Modern EPA stoves burn differently than the old Fisher. The burn cycle is different and they are fussier about draft and the dryness of the wood. The old Fisher has nothing between the fire and the sky whereas a modern stove will have a secondary combustion system in between. The advantage is a lot less wood consumed and a whole lot less pollution created.

Thanks for the information. This is a single story cabin with with a 12-12 pitch roof. Regarding the the shorter chimney. Yes, a shorter chimney would be great. The location that worked out for the heater is on the front side of the house. The cabin is a simple single "A" roof. This has been a concern of mine, due to the chimney protruding from the lower side of the roof and extending beyond the peak of the house. ( was told the chimney need to extend higher than the peak). To me this is going to look awkward.
Yes this will be a rustic cabin ( until my wife gets to the interior), so no style is needed, just basic.
How fussy on the draft??
 
A frames can be a hassle due to the roof pitch. Here is a guideline on the chimney height requirements. The other hassle is that heat pockets at the ceiling peak. It can be 100+º up there and just 60F at floor level. A ceiling fan is almost mandatory. If this is one story then dropping down the ceiling to 9 or 10ft and having an attic storage space above is another solution.
10-3-2 rule.JPG
The Englander 13NC is a great value stove, but with a couple caveats - it wants at least a 15-16' chimney and it needs a very well insulated hearth. The True North TN20 will work on a 12' chimney and just needs ember protection for the hearth. Note that 90º turns in the flue path effectively reduce chimney height by about 2' per turn. Going straight up will provide the best results. There are other choices from Century, Drolet, etc. that are decent values, but one other thing that makes the TN20 a nice stove is that if can be loaded N/S or E/W.
 
I'd be more interested in replacing the grandpa bear if I was you... I know it puts out tons of heat, but it also puts out tons of combustibles that would have been turned into heat if you had an EPA stove.

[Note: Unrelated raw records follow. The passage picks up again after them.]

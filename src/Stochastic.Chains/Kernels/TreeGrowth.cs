namespace Stochastic.Chains.Kernels;

/// <summary>Borůvka's trees that grow together: every round joins each with the tree at the other end of its heaviest edge.</summary>
internal sealed class TreeGrowth
{
    private const double LargestSubnormal = 2.2250738585072009e-308;

    private readonly Node[] _nodes;
    private readonly int[] _champions;
    private readonly List<(int First, int Second, double Flow)> _edges = [];

    internal TreeGrowth(int count)
    {
        _nodes = new Node[count];
        _champions = new int[count];
        for (var state = 0; state < count; state++)
        {
            _nodes[state].Tree = state;
        }
    }

    internal int EdgeCount => _edges.Count;

    /// <summary>Finds for each state its heaviest move from or to another tree.</summary>
    internal void Scan<TRows>(TRows rows, ReadOnlySpan<int> states, double[] weights)
        where TRows : struct, IRateRows
    {
        var nodes = _nodes;
        foreach (ref var node in nodes.AsSpan())
        {
            node.Flow = LargestSubnormal;
        }

        foreach (var from in states)
        {
            var rates = rows.Rates(from);
            var weight = weights[from];
            ref var node = ref nodes[from];
            for (var position = 0; position < rates.Length; position++)
            {
                var to = rows.Column(from, position);
                ref var other = ref nodes[to];
                if (other.Tree != node.Tree)
                {
                    var flow = weight * rates[position];
                    node.Offer(to, flow);
                    other.Offer(from, flow);
                }
            }
        }
    }

    /// <summary>Joins each tree with another along its heaviest edge.</summary>
    internal void Join(ReadOnlySpan<int> states)
    {
        Array.Fill(_champions, -1);
        foreach (var state in states)
        {
            ref var champion = ref _champions[_nodes[state].Tree];
            if (_nodes[state].Flow > LargestSubnormal && (champion < 0 || _nodes[state].Flow > _nodes[champion].Flow))
            {
                champion = state;
            }
        }

        foreach (var state in states)
        {
            var champion = _champions[state];
            if (champion >= 0)
            {
                Join(champion, _nodes[champion].End, _nodes[champion].Flow);
            }
        }

        foreach (var state in states)
        {
            _nodes[state].Tree = TreeOf(state);
        }
    }

    /// <summary>The one tree that is left, hung up at a root.</summary>
    internal HeavySpanningTree RootedAt(int root, int count)
    {
        var starts = new int[_nodes.Length + 1];
        foreach (var (first, second, _) in _edges)
        {
            starts[first]++;
            starts[second]++;
        }

        for (var state = 1; state < starts.Length; state++)
        {
            starts[state] += starts[state - 1];
        }

        var edgesOf = new int[2 * _edges.Count];
        for (var edge = 0; edge < _edges.Count; edge++)
        {
            edgesOf[--starts[_edges[edge].First]] = edge;
            edgesOf[--starts[_edges[edge].Second]] = edge;
        }

        var order = new int[count];
        var parents = new int[_nodes.Length];
        var flows = new double[_nodes.Length];
        order[0] = root;
        parents[root] = -1;
        var found = 1;
        for (var k = 0; k < count; k++)
        {
            var state = order[k];
            foreach (var edge in edgesOf.AsSpan(starts[state], starts[state + 1] - starts[state]))
            {
                var (first, second, flow) = _edges[edge];
                var child = first == state ? second : first;
                if (child != parents[state])
                {
                    parents[child] = state;
                    flows[child] = flow;
                    order[found++] = child;
                }
            }
        }

        return new HeavySpanningTree(order, parents, flows);
    }

    /// <summary>Trees are kept apart by their numbers, not by the weights of their edges, so ties make no cycle.</summary>
    private void Join(int first, int second, double flow)
    {
        var (firstTree, secondTree) = (TreeOf(first), TreeOf(second));
        if (firstTree != secondTree)
        {
            _nodes[Math.Max(firstTree, secondTree)].Tree = Math.Min(firstTree, secondTree);
            _edges.Add((first, second, flow));
        }
    }

    private int TreeOf(int state)
    {
        while (_nodes[state].Tree != state)
        {
            state = _nodes[state].Tree = _nodes[_nodes[state].Tree].Tree;
        }

        return state;
    }

    /// <summary>What is known of a state: its tree, and its heaviest move from or to another tree with the state at the other end.</summary>
    private struct Node
    {
        internal double Flow;
        internal int Tree;
        internal int End;

        internal void Offer(int end, double flow)
        {
            if (flow > Flow)
            {
                (Flow, End) = (flow, end);
            }
        }
    }
}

Why do you care? Because you are the one who has to get all that wood in! :)

Good time of year for stove shopping.

Here's your push: Pre-EPA stoves would go for $3000+ if they were better than new stoves. Some dogged luddites do still pay premiums for them, but for the most part they sell for only their scrap metal value. Why?

The new ones just flat out work better. More control, less wood used. They are more of a pain in the ass in that you have to use dry wood, but that's a pain you get over after the first 2 years of burning one.

Thanks for the push.
If the dry wood is the main pain, then that is not a problem. i have been cutting and stacking the fallen trees on the property for about a year and a half.
would hate to pay $3000. Maybe i can find EPA stove on Craigslist??
 
Stoves I have mentioned are under $1000. The flue system will probably cost more.

There may be some decent EPA stoves showing up on Craigslist from time to time. Avoid junk and stoves that have been rode hard.
 
Just looked at Asheville craigslistings for wood stoves. Not impressed.